LiheYoung / Depth-Anything

[CVPR 2024] Depth Anything: Unleashing the Power of Large-Scale Unlabeled Data. Foundation Model for Monocular Depth Estimation
https://depth-anything.github.io
Apache License 2.0
6.34k stars 481 forks source link

OOM for Semantic Segmentation Finetuning #197

Open ShenZheng2000 opened 1 week ago

ShenZheng2000 commented 1 week ago

I followed the instructions provided here to fine-tune semantic segmentation on custom images. Despite using an RTX 4090 with 24 GB of VRAM, reducing the crop_size to 128x128, and using batch_size of 1, I still encounter an OutOfMemoryError below.
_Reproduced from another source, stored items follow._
/** A bench file's column header read: the quantity's name, its unit and the clicker setting, in the common styles. */
import { clickSettingsText, type ClickAdjuster, type ClickSettings } from './click-settings';
import { quantityParse } from '../units/units';

/** A header cell split into its name, its unit and its clicker setting. */
export type BenchHeaderCell = { text: string; name: string; unit?: string; setting?: string };

/**
 * Adjuster words and the short forms bench software and shops write in column names
 * ("B3 R6", "C3 R6", "LSC 4 HSC 2"), by adjuster.
 */
const HEADER_CLICK_WORDS: Readonly<Record<string, ClickAdjuster>> = {
  bump: 'bump',
  b: 'bump',
  c: 'bump',
  comp: 'bump',
  compression: 'bump',
  lsb: 'bump',
  lsc: 'bump',
  rebound: 'rebound',
  r: 'rebound',
  reb: 'rebound',
  lsr: 'rebound',
  'bump-high': 'bumpHighSpeed',
  hsb: 'bumpHighSpeed',
  hsc: 'bumpHighSpeed',
  'rebound-high': 'reboundHighSpeed',
  hsr: 'reboundHighSpeed',
};

/** Clicker positions from header words ("bump 3 rebound 6", "B0 R0", "c3,r6"), or null when they are not that. */
function headerClicksRead(tokens: readonly string[]): ClickSettings | null {
  const flat: string[] = [];
  for (const t of tokens) {
    const joined = /^([a-z-]+)(\d+)$/i.exec(t);
    if (joined) flat.push(joined[1] as string, joined[2] as string);
    else flat.push(t);
  }
  if (flat.length === 0 || flat.length % 2 !== 0) return null;
  const out: ClickSettings = {};
  for (let i = 0; i < flat.length; i += 2) {
    const adjuster = HEADER_CLICK_WORDS[(flat[i] as string).toLowerCase()];
    const n = flat[i + 1] as string;
    if (!adjuster || !/^\d+$/.test(n) || out[adjuster] !== undefined) return null;
    out[adjuster] = Number(n);
  }
  return out;
}

/** Whether `text` is a unit of a bench column: a speed, force, time or length ("in/s", "lbf", "ms"). */
function headerUnitIs(text: string): boolean {
  if (!/^[a-zA-Zµ/^*.\d ]+$/.test(text) || !/[a-zA-Zµ]/.test(text)) return false;
  return (['velocity', 'force', 'time', 'length'] as const).some((kind) => {
    try {
      quantityParse(`1 ${text}`, kind, '');
      return true;
    } catch {
      return false;
    }
  });
}

/**
 * Reads a header cell into its name, unit and clicker setting, in the forms bench files use:
 * `velocity [in/s] (bump 3 rebound 6)`, `Velocity (in/s)`, `Force (lbf)`, `Velocity [in/s] B0 R0`,
 * `Velocity (in/s) bump 3 rebound 6`, `velocity_in_s`, `Force_lbf`. Brackets always hold a unit;
 * parentheses hold a unit or clicks, whichever they read as; words after the name are clicks
 * ("B0 R0") or, joined by "/", a unit (`velocity_in_s` → in/s).
 */
export function benchHeaderCellParse(text: string): BenchHeaderCell {
  let unit = /\[([^\]]*)\]/.exec(text)?.[1]?.trim();
  let setting: string | undefined;
  for (const m of text.matchAll(/\(([^)]*)\)/g)) {
    const inner = (m[1] as string).trim();
    const clicks = headerClicksRead(inner.split(/[\s,;]+/).filter(Boolean));
    if (clicks) setting = clickSettingsText(clicks);
    else if (unit === undefined && headerUnitIs(inner)) unit = inner;
    // Neither: kept as written, so that reading the clicks says what is wrong with them.
    else setting ??= inner;
  }
  const rest = text
    .replace(/\[[^\]]*\]/g, ' ')
    .replace(/\([^)]*\)/g, ' ')
    .split(/[\s_]+/)
    .filter(Boolean);
  let nameEnd = rest.length;
  for (let k = 1; k < rest.length; k++) {
    const clicks = headerClicksRead(rest.slice(k));
    if (clicks) {
      if (setting === undefined) setting = clickSettingsText(clicks);
      nameEnd = k;
      break;
    }
  }
  // `velocity_in_s`, `force N`: the words after the first, joined by "/", may be its unit.
  if (unit === undefined && nameEnd > 1) {
    const candidate = rest.slice(1, nameEnd).join('/');
    if (headerUnitIs(candidate)) {
      unit = candidate;
      nameEnd = 1;
    }
  }
  const cell: BenchHeaderCell = { text, name: rest.slice(0, nameEnd).join(' ').toLowerCase() };
  if (unit !== undefined) cell.unit = unit;
  if (setting !== undefined) cell.setting = setting;
  return cell;
}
torch.cuda.OutOfMemoryError: CUDA out of memory. Tried to allocate 1.00 GiB (GPU 0; 23.64 GiB total capacity; 21.35 GiB already allocated; 556.81 MiB free; 22.26 GiB reserved in total by PyTorch) If reserved memory is >> allocated memory try setting max_split_size_mb to avoid fragmentation.  See documentation for Memory Management and PYTORCH_CUDA_ALLOC_CONF

Is there a simple way to further reduce memory usage? Alternatively, could the author provide semantic segmentation checkpoints for smaller models, such as Ours-S or Ours-B, instead of the larger Ours-L model?
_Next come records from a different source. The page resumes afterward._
import { benchPointsBinned, type BenchPoints } from './bench-trace';
import { damperTablePointsOf, type DamperDirectionCurve, type DamperPoint } from './damper-curve';
import { damperDirectionFit, type DamperDirectionFit } from './damper-fit';
import { InputError } from '../units/input-error';
import { quantityFormat, type UnitSystem } from '../units/units';

/**
 * A bench run's fitted curve: a bilinear fit per direction (null where the run has too few
 * points in that direction, e.g. a bump-only test), and what the fit was made on.
 */
export type BenchFit = {
  bump: DamperDirectionFit | null;
  rebound: DamperDirectionFit | null;
  /** "points": every point; "binned": binned averages, for a run with very many points. */
  basis: 'points' | 'binned';
};

/**
 * Above this many points the fit is made on binned averages: the knee search costs
 * points × candidate knees, and a dense run's bins average out the same curve.
 */
export const BENCH_FIT_MAX_POINTS = 4000;
/** Speed bins per direction for the fit of a dense run. */
export const BENCH_FIT_BINS = 200;

function directionFit(points: DamperPoint[], field: string): DamperDirectionFit | null {
  try {
    return damperDirectionFit(points, field);
  } catch (e) {
    if (e instanceof InputError) return null;
    throw e;
  }
}

/** A bench run's curve of one direction: a table of its points. */
export type BenchTable = Extract<DamperDirectionCurve, { kind: 'table' }>;

/**
 * A bench run's curves: each direction's points (binned averages for a run of more than
 * BENCH_FIT_MAX_POINTS) as a table (damperTablePointsOf: rising speed, one point per speed);
 * null where a direction has fewer than the 3 points a fit needs. These are the curves the
 * events run on, and their least-squares bilinear fits (damperTableSlopeCurve) are the slopes
 * every figure uses: benchFit fits exactly these points.
 */
export function benchDirectionTables(points: BenchPoints): {
  bump: BenchTable | null;
  rebound: BenchTable | null;
  basis: 'points' | 'binned';
  counts: { bump: number; rebound: number };
} {
  const dense = points.velocity.length > BENCH_FIT_MAX_POINTS;
  const basis = dense ? benchPointsBinned(points, BENCH_FIT_BINS, 1) : points;
  const bump: DamperPoint[] = [];
  const rebound: DamperPoint[] = [];
  for (let i = 0; i < basis.velocity.length; i++) {
    const v = basis.velocity[i] as number;
    const f = basis.force[i] as number;
    if (v > 0) bump.push({ velocity: v, force: f });
    else if (v < 0) rebound.push({ velocity: -v, force: -f });
  }
  const table = (side: DamperPoint[]): BenchTable | null => {
    const t = damperTablePointsOf(side);
    return t.length >= 3 ? { kind: 'table', points: t } : null;
  };
  return {
    bump: table(bump),
    rebound: table(rebound),
    basis: dense ? 'binned' : 'points',
    counts: { bump: bump.length, rebound: rebound.length },
  };
}

/**
 * Fits a bench run's signed points (compression positive, m/s and N) with the bilinear
 * least-squares fit of `damperDirectionFit`, over the points of its tables
 * (benchDirectionTables): bump from the positive velocities, rebound from the negative ones
 * as magnitudes, one point per speed. The same fit as damperTableSlopeCurve of those tables.
 * @throws InputError when neither direction has the 3 points a fit needs.
 */
export function benchFit(points: BenchPoints, field = 'points'): BenchFit {
  const tables = benchDirectionTables(points);
  const fit: BenchFit = {
    bump: tables.bump ? directionFit([...tables.bump.points], `${field} (bump)`) : null,
    rebound: tables.rebound ? directionFit([...tables.rebound.points], `${field} (rebound)`) : null,
    basis: tables.basis,
  };
  if (!fit.bump && !fit.rebound)
    throw new InputError(
      field,
      `a curve needs at least 3 points of non-zero speed in bump or in rebound (got ${tables.counts.bump} bump, ${tables.counts.rebound} rebound)`,
    );
  return fit;
}

/** A zero-speed offset smaller than this share of the run's largest force is not reported. */
export const BENCH_OFFSET_SHARE = 0.03;

/** Least-squares intercept of F = a + b·v over the given points (v, F signed). */
function lineIntercept(v: readonly number[], f: readonly number[]): number {
  const n = v.length;
  let sv = 0;
  let sf = 0;
  for (let i = 0; i < n; i++) {
    sv += v[i] as number;
    sf += f[i] as number;
  }
  const mv = sv / n;
  const mf = sf / n;
  let svv = 0;
  let svf = 0;
  for (let i = 0; i < n; i++) {
    const dv = (v[i] as number) - mv;
    svv += dv * dv;
    svf += dv * ((f[i] as number) - mf);
  }
  return svv > 0 ? mf - (svf / svv) * mv : mf;
}

/** Points of the offset search at most: a run with more is binned first (per direction). */
const OFFSET_MAX_POINTS = 120;

/** Sum of squared residuals of the two directions' bilinear fits to the points less `offset`. */
function bilinearSse(bump: readonly DamperPoint[], rebound: readonly DamperPoint[], offset: number): number {
  let sse = 0;
  for (const [side, sign] of [
    [bump, 1],
    [rebound, -1],
  ] as const) {
    const fit = damperDirectionFit(
      side.map((p) => ({ velocity: p.velocity, force: p.force - sign * offset })),
      'points',
    );
    sse += fit.rmsResidual * fit.rmsResidual * fit.points;
  }
  return sse;
}

/**
 * The force a run's readings carry at zero speed, as a gas force included in them gives
 * (compression positive: the gas pushes the rod out, so it adds the same force to bump and
 * rebound readings). A damper's own force passes through zero there. Each direction's slowest
 * quarter of points (at least 3) is fitted with a straight line and extended to zero speed: a
 * digressive or progressive knee only bends the two lines apart in opposite senses, so only
 * intercepts of one sign on both sides are taken for an offset. The offset is then the one
 * whose removal lets the bilinear form (through zero) fit both directions best, found by
 * golden-section search between zero and twice the intercepts' mean. Reported when it is more
 * than BENCH_OFFSET_SHARE of the run's largest force; null otherwise, or when a side has too
 * few points to tell.
 */
export function benchZeroSpeedOffset(points: BenchPoints): number | null {
  const basis =
    points.velocity.length > OFFSET_MAX_POINTS ? benchPointsBinned(points, OFFSET_MAX_POINTS / 2, 1) : points;
  const bump: DamperPoint[] = [];
  const rebound: DamperPoint[] = [];
  let largest = 0;
  for (let i = 0; i < basis.velocity.length; i++) {
    const v = basis.velocity[i] as number;
    const f = basis.force[i] as number;
    largest = Math.max(largest, Math.abs(f));
    if (v > 0) bump.push({ velocity: v, force: f });
    else if (v < 0) rebound.push({ velocity: -v, force: -f });
  }
  if (bump.length < 3 || rebound.length < 3) return null;
  // Intercepts in the signed convention: the rebound side's force is −(its magnitude).
  const intercept = (side: DamperPoint[], sign: 1 | -1) => {
    const slow = [...side]
      .sort((a, b) => a.velocity - b.velocity)
      .slice(0, Math.max(3, Math.ceil(side.length / 4)));
    return lineIntercept(
      slow.map((p) => sign * p.velocity),
      slow.map((p) => sign * p.force),
    );
  };
  const a = intercept(bump, 1);
  const b = intercept(rebound, -1);
  if (Math.sign(a) !== Math.sign(b) || !Number.isFinite(a + b)) return null;
  let lo = Math.min(0, a + b);
  let hi = Math.max(0, a + b);
  const phi = (Math.sqrt(5) - 1) / 2;
  let x1 = hi - phi * (hi - lo);
  let x2 = lo + phi * (hi - lo);
  let f1 = bilinearSse(bump, rebound, x1);
  let f2 = bilinearSse(bump, rebound, x2);
  for (let i = 0; i < 48 && hi - lo > 1e-6 * largest; i++) {
    if (f1 <= f2) {
      hi = x2;
      x2 = x1;
      f2 = f1;
      x1 = hi - phi * (hi - lo);
      f1 = bilinearSse(bump, rebound, x1);
    } else {
      lo = x1;
      x1 = x2;
      f1 = f2;
      x2 = lo + phi * (hi - lo);
      f2 = bilinearSse(bump, rebound, x2);
    }
  }
  const offset = (lo + hi) / 2;
  return Math.abs(offset) > BENCH_OFFSET_SHARE * largest ? offset : null;
}

/**
 * Words for a run's zero-speed offset (N) in `units`: before any gas force was taken off, or
 * left after `gasForce` (N) was.
 */
export function benchOffsetText(offset: number, gasForce: number | undefined, units: UnitSystem): string {
  const about = `the readings carry about ${quantityFormat(offset, 'force', units)} at zero speed in both directions`;
  return gasForce === undefined
    ? `${about}, as a gas force included in them would: the fitted curve counts it as damping (give the gas force at import to take it off)`
    : `${about} after the ${quantityFormat(gasForce, 'force', units)} gas force was taken off: check the gas force and the compression sign`;
}

/** A run's points with `gasForce` (N) taken off every reading: the damping force alone. */
export function benchPointsLessGas(points: BenchPoints, gasForce: number): BenchPoints {
  return { velocity: points.velocity, force: points.force.map((f) => f - gasForce) };
}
LiheYoung commented 1 week ago

According to the error message "If reserved memory is >> allocated memory try setting max_split_size_mb to avoid fragmentation", you may try to change the max_split_size_mb?
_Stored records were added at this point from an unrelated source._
import { InputError, inputFieldPath } from '../units/input-error';
import { cubicHermiteAt, cubicHermiteThroughOrigin, type CubicHermite } from '../numeric/cubic-hermite';
import { pointTableParse, pointTableToFile } from './point-table';
import { quantityParse, quantityText, type UnitSystem } from '../units/units';
import { damperDirectionFit } from './damper-fit';

/** One bench point of one direction: shaft speed and force as magnitudes (m/s, N). */
export type DamperPoint = { velocity: number; force: number };

/**
 * Force–velocity curve of one damper direction, at the damper shaft, in SI.
 * Forces and velocities are magnitudes here; `damperForce` applies the sign.
 * - linear: F = c·v
 * - bilinear: F = c_ls·v up to the knee, then c_ls·v_knee + c_hs·(v − v_knee)
 *   (digressive when c_hs < c_ls, progressive when c_hs > c_ls)
 * - table: bench points, speed rising and force never falling, joined through (0, 0) by a
 *   monotone cubic (no overshoot between points; PCHIP end slopes, see cubic-hermite.ts) and
 *   continued as a straight line with the end slope past the last point. Treat the points as immutable: the interpolant is built once per table.
 */
export type DamperDirectionCurve =
  | { kind: 'linear'; coefficient: number }
  | { kind: 'bilinear'; lowSpeed: number; kneeSpeed: number; highSpeed: number }
  | { kind: 'table'; points: readonly DamperPoint[] };

/**
 * A damper: bump (compression, shaft velocity > 0) and rebound (extension) curves, and the
 * optional gas force (N, ≥ 0) with which the damper pushes its shaft out at rest.
 */
export type DamperCurve = { bump: DamperDirectionCurve; rebound: DamperDirectionCurve; gasForce?: number };

/** The slopes that the linear figures use: low-speed and high-speed coefficients (N·s/m) and the knee (m/s). */
export type DamperSlopes = { lowSpeed: number; highSpeed: number; kneeSpeed: number | null };

/** The bilinear (knee) form of a direction: F = c_ls·v up to the knee, then c_hs past it. */
export type DamperBilinear = Extract<DamperDirectionCurve, { kind: 'bilinear' }>;

/** The monotone cubic through (0, 0) and a table's points (Fritsch–Carlson; see cubic-hermite.ts). */
export function damperTableInterpolant(points: readonly DamperPoint[]): CubicHermite {
  return cubicHermiteThroughOrigin(
    points,
    (p) => p.velocity,
    (p) => p.force,
  );
}

/**
 * One direction's measured points (magnitudes) as a table's points: those of positive, finite
 * speed and finite force, by rising speed, points at one speed averaged into one. A bench run's
 * points become its curve this way (benchDirectionTables), and its slopes are this table's.
 */
export function damperTablePointsOf(points: readonly DamperPoint[]): DamperPoint[] {
  const sorted = points
    .filter((p) => p.velocity > 0 && Number.isFinite(p.velocity) && Number.isFinite(p.force))
    .sort((a, b) => a.velocity - b.velocity);
  const out: DamperPoint[] = [];
  for (let i = 0; i < sorted.length;) {
    const v = (sorted[i] as DamperPoint).velocity;
    let sum = 0;
    let n = 0;
    for (; i < sorted.length && (sorted[i] as DamperPoint).velocity === v; i++, n++)
      sum += (sorted[i] as DamperPoint).force;
    out.push({ velocity: v, force: sum / n });
  }
  return out;
}

/** Two slopes this close (relative) make one straight line: its knee means nothing. */
export const DAMPER_STRAIGHT_LINE_TOLERANCE = 1e-6;

const TABLE_SLOPES = new WeakMap<readonly DamperPoint[], DamperBilinear>();

/**
 * The one rule by which measured points become low- and high-speed slopes, wherever a table
 * or a bench run gives the curve (README, What the figures mean): the least-squares bilinear
 * fit through zero force at zero speed, with its knee found from the data, over every measured
 * point of the direction (damperDirectionFit). It uses every point rather than one secant at a
 * fixed speed, so one noisy point moves it little; it puts the knee where the valving's slope
 * changes rather than at a speed chosen in advance; and it is the straight-line reading of a
 * force–velocity plot that the bench library shows. Fewer points than a fit needs: one point
 * gives one slope (its secant, knee at the point); two give the secant to the first point and
 * the one from it to the second, knee at the first (the bilinear form through both exactly).
 * Computed once per points array: treat the array as immutable.
 * @example damperTableSlopeCurve([{ velocity: 0.05, force: 280 }]) // 5600 both sides, knee 0.05
 */
export function damperTableSlopeCurve(points: readonly DamperPoint[]): DamperBilinear {
  const known = TABLE_SLOPES.get(points);
  if (known) return known;
  const first = points[0];
  const second = points[1];
  let curve: DamperBilinear;
  if (!first) curve = { kind: 'bilinear', lowSpeed: 0, kneeSpeed: 0, highSpeed: 0 };
  else if (points.length === 1) {
    const c = first.force / first.velocity;
    curve = { kind: 'bilinear', lowSpeed: c, kneeSpeed: first.velocity, highSpeed: c };
  } else if (points.length === 2 && second) {
    curve = {
      kind: 'bilinear',
      lowSpeed: first.force / first.velocity,
      kneeSpeed: first.velocity,
      highSpeed: (second.force - first.force) / (second.velocity - first.velocity),
    };
  } else curve = damperDirectionFit(points).curve;
  TABLE_SLOPES.set(points, curve);
  return curve;
}

/**
 * The bilinear form of any direction by the one rule: itself when bilinear, one slope for a
 * linear curve (knee at zero), a table's least-squares fit (damperTableSlopeCurve).
 */
export function damperDirectionSlopeCurve(d: DamperDirectionCurve): DamperBilinear {
  switch (d.kind) {
    case 'linear':
      return { kind: 'bilinear', lowSpeed: d.coefficient, kneeSpeed: 0, highSpeed: d.coefficient };
    case 'bilinear':
      return d;
    case 'table':
      return damperTableSlopeCurve(d.points);
  }
}

/**
 * Low- and high-speed slopes of one direction, the ones every linear figure uses; a linear
 * curve has one slope for both. A table's are its least-squares bilinear fit
 * (damperTableSlopeCurve), its knee null when the two slopes make one straight line.
 */
export function damperDirectionSlopes(d: DamperDirectionCurve): DamperSlopes {
  switch (d.kind) {
    case 'linear':
      return { lowSpeed: d.coefficient, highSpeed: d.coefficient, kneeSpeed: null };
    case 'bilinear':
      return { lowSpeed: d.lowSpeed, highSpeed: d.highSpeed, kneeSpeed: d.kneeSpeed };
    case 'table': {
      if (d.points.length === 0) return { lowSpeed: 0, highSpeed: 0, kneeSpeed: null };
      const f = damperTableSlopeCurve(d.points);
      const straight =
        Math.abs(f.highSpeed - f.lowSpeed) <= DAMPER_STRAIGHT_LINE_TOLERANCE * Math.abs(f.lowSpeed);
      return { lowSpeed: f.lowSpeed, highSpeed: f.highSpeed, kneeSpeed: straight ? null : f.kneeSpeed };
    }
  }
}

/**
 * The highest shaft speed (m/s) a direction's curve rests on data for: a table's last point;
 * null for the linear and bilinear forms, which hold at any speed by definition.
 */
export function damperDirectionDataLimit(d: DamperDirectionCurve): number | null {
  if (d.kind !== 'table') return null;
  return d.points[d.points.length - 1]?.velocity ?? null;
}

/** Force magnitude (N) of one direction at shaft speed `speed` ≥ 0 (m/s). */
export function damperDirectionForce(d: DamperDirectionCurve, speed: number): number {
  switch (d.kind) {
    case 'linear':
      return d.coefficient * speed;
    case 'bilinear':
      return speed <= d.kneeSpeed
        ? d.lowSpeed * speed
        : d.lowSpeed * d.kneeSpeed + d.highSpeed * (speed - d.kneeSpeed);
    case 'table':
      return cubicHermiteAt(damperTableInterpolant(d.points), speed);
  }
}

/**
 * Damping force (N) at shaft velocity `v` (m/s), compression positive: positive in bump,
 * negative in rebound, zero at rest. It resists the motion, so it pushes the body up in bump.
 * The gas force is not included (see damperShaftForce).
 */
export function damperForce(curve: DamperCurve, v: number): number {
  return v >= 0 ? damperDirectionForce(curve.bump, v) : -damperDirectionForce(curve.rebound, -v);
}

/**
 * Total force on the shaft (N), compression positive, as a bench reads it: the damping force
 * plus the gas force, which pushes the shaft out at every velocity. On the car the gas force is
 * part of what holds the corner up at rest, so the event simulation, which works from static
 * equilibrium, uses the damping force alone.
 */
export function damperShaftForce(curve: DamperCurve, v: number): number {
  return damperForce(curve, v) + (curve.gasForce ?? 0);
}

function positiveDamping(raw: unknown, field: string): number {
  const c = quantityParse(raw, 'damping', field);
  if (!(c > 0)) throw new InputError(field, `must be greater than zero (got ${c} N·s/m)`);
  return c;
}

/** What a damper table from a file must satisfy (DamperDirectionCurve, kind 'table'). */
const DAMPER_TABLE_RULES = {
  x: { kind: 'velocity', name: 'speed' },
  y: { kind: 'force', name: 'force' },
  positive: true,
  nonDecreasing: true,
  minPoints: 1,
} as const;

/**
 * Reads one direction from a file: `{lowSpeed}` alone is linear; `{lowSpeed, kneeSpeed,
 * highSpeed}` is bilinear; `{points: [[speed, force], …]}` is a table of bench points
 * (magnitudes, speed rising, force never falling). Each value is a quantity with units.
 * @throws InputError naming the field, or the offending point of a table.
 */
export function damperDirectionParse(raw: unknown, field: string): DamperDirectionCurve {
  if (typeof raw !== 'object' || raw === null || Array.isArray(raw)) {
    throw new InputError(field, 'expected an object such as {"lowSpeed": "2500 N*s/m"}');
  }
  const o = raw as Record<string, unknown>;
  const known = new Set(['lowSpeed', 'kneeSpeed', 'highSpeed', 'points']);
  for (const key of Object.keys(o)) {
    if (!known.has(key))
      throw new InputError(
        inputFieldPath(field, key),
        'is not a damper field (lowSpeed, kneeSpeed, highSpeed, or points for a table)',
      );
  }
  if (o.points !== undefined) {
    const other = Object.keys(o).find((k) => k !== 'points');
    if (other) {
      throw new InputError(
        inputFieldPath(field, other),
        'cannot be given with points: a direction is either a table of points or slopes',
      );
    }
    const pointsField = inputFieldPath(field, 'points');
    const points = pointTableParse(o.points, pointsField, DAMPER_TABLE_RULES);
    return { kind: 'table', points: points.map(([velocity, force]) => ({ velocity, force })) };
  }
  if (o.lowSpeed === undefined) throw new InputError(inputFieldPath(field, 'lowSpeed'), 'is missing');
  const lowSpeed = positiveDamping(o.lowSpeed, inputFieldPath(field, 'lowSpeed'));
  if (o.kneeSpeed === undefined && o.highSpeed === undefined)
    return { kind: 'linear', coefficient: lowSpeed };
  if (o.kneeSpeed === undefined) {
    throw new InputError(
      inputFieldPath(field, 'kneeSpeed'),
      'is missing: a high-speed slope needs the knee velocity where it starts',
    );
  }
  if (o.highSpeed === undefined) {
    throw new InputError(
      inputFieldPath(field, 'highSpeed'),
      'is missing: a knee velocity needs the high-speed slope after it',
    );
  }
  const kneeField = inputFieldPath(field, 'kneeSpeed');
  const kneeSpeed = quantityParse(o.kneeSpeed, 'velocity', kneeField);
  if (!(kneeSpeed > 0)) throw new InputError(kneeField, `must be greater than zero (got ${kneeSpeed} m/s)`);
  const highSpeed = positiveDamping(o.highSpeed, inputFieldPath(field, 'highSpeed'));
  return { kind: 'bilinear', lowSpeed, kneeSpeed, highSpeed };
}

/** Reads a damper `{bump, rebound, gasForce?}` from a file. */
export function damperCurveParse(raw: unknown, field: string): DamperCurve {
  if (typeof raw !== 'object' || raw === null || Array.isArray(raw)) {
    throw new InputError(field, 'expected an object with "bump" and "rebound"');
  }
  const o = raw as Record<string, unknown>;
  for (const key of Object.keys(o)) {
    if (key !== 'bump' && key !== 'rebound' && key !== 'gasForce') {
      throw new InputError(inputFieldPath(field, key), 'is not a damper field (bump, rebound, gasForce)');
    }
  }
  if (o.bump === undefined) throw new InputError(inputFieldPath(field, 'bump'), 'is missing');
  if (o.rebound === undefined) throw new InputError(inputFieldPath(field, 'rebound'), 'is missing');
  const curve: DamperCurve = {
    bump: damperDirectionParse(o.bump, inputFieldPath(field, 'bump')),
    rebound: damperDirectionParse(o.rebound, inputFieldPath(field, 'rebound')),
  };
  if (o.gasForce !== undefined) {
    const gasField = inputFieldPath(field, 'gasForce');
    const gas = quantityParse(o.gasForce, 'force', gasField);
    if (!(gas >= 0)) throw new InputError(gasField, `must be zero or more (got ${gas} N)`);
    curve.gasForce = gas;
  }
  return curve;
}

/** The file form of one direction, quantities as unit strings in `system`. */
export function damperDirectionToFile(
  d: DamperDirectionCurve,
  system: UnitSystem = 'si',
): Record<string, string> | { points: [string, string][] } {
  switch (d.kind) {
    case 'table':
      return {
        points: pointTableToFile(
          d.points.map((p) => [p.velocity, p.force] as const),
          { x: 'velocity', y: 'force' },
          system,
        ),
      };
    case 'linear':
      return { lowSpeed: quantityText(d.coefficient, 'damping', system) };
    case 'bilinear':
      return {
        lowSpeed: quantityText(d.lowSpeed, 'damping', system),
        kneeSpeed: quantityText(d.kneeSpeed, 'velocity', system),
        highSpeed: quantityText(d.highSpeed, 'damping', system),
      };
  }
}

/** The file form of a damper. */
export function damperCurveToFile(curve: DamperCurve, system: UnitSystem = 'si'): Record<string, unknown> {
  const file: Record<string, unknown> = {
    bump: damperDirectionToFile(curve.bump, system),
    rebound: damperDirectionToFile(curve.rebound, system),
  };
  if (curve.gasForce !== undefined) file.gasForce = quantityText(curve.gasForce, 'force', system);
  return file;
}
ShenZheng2000 commented 1 week ago

I changed max_split_size_mb to 32 using export PYTORCH_CUDA_ALLOC_CONF=max_split_size_mb:32. However, the issue persists, even with an reduced crop_size of (128, 128).

torch.cuda.OutOfMemoryError: CUDA out of memory. Tried to allocate 1.00 GiB (GPU 0; 23.64 GiB total capacity; 21.76 GiB already allocated; 796.81 MiB free; 22.02 GiB reserved in total by PyTorch) If reserved memory is >> allocated memory try setting max_split_size_mb to avoid fragmentation.  See documentation for Memory Management and PYTORCH_CUDA_ALLOC_CONF

Could you please let me know the GPU (and its memory size) you used for fine-tuning the model on the Cityscapes dataset? My 24GB GPU might be insufficient for reproducing the experiment, so I might need a smaller pre-trained model for fine-tuning."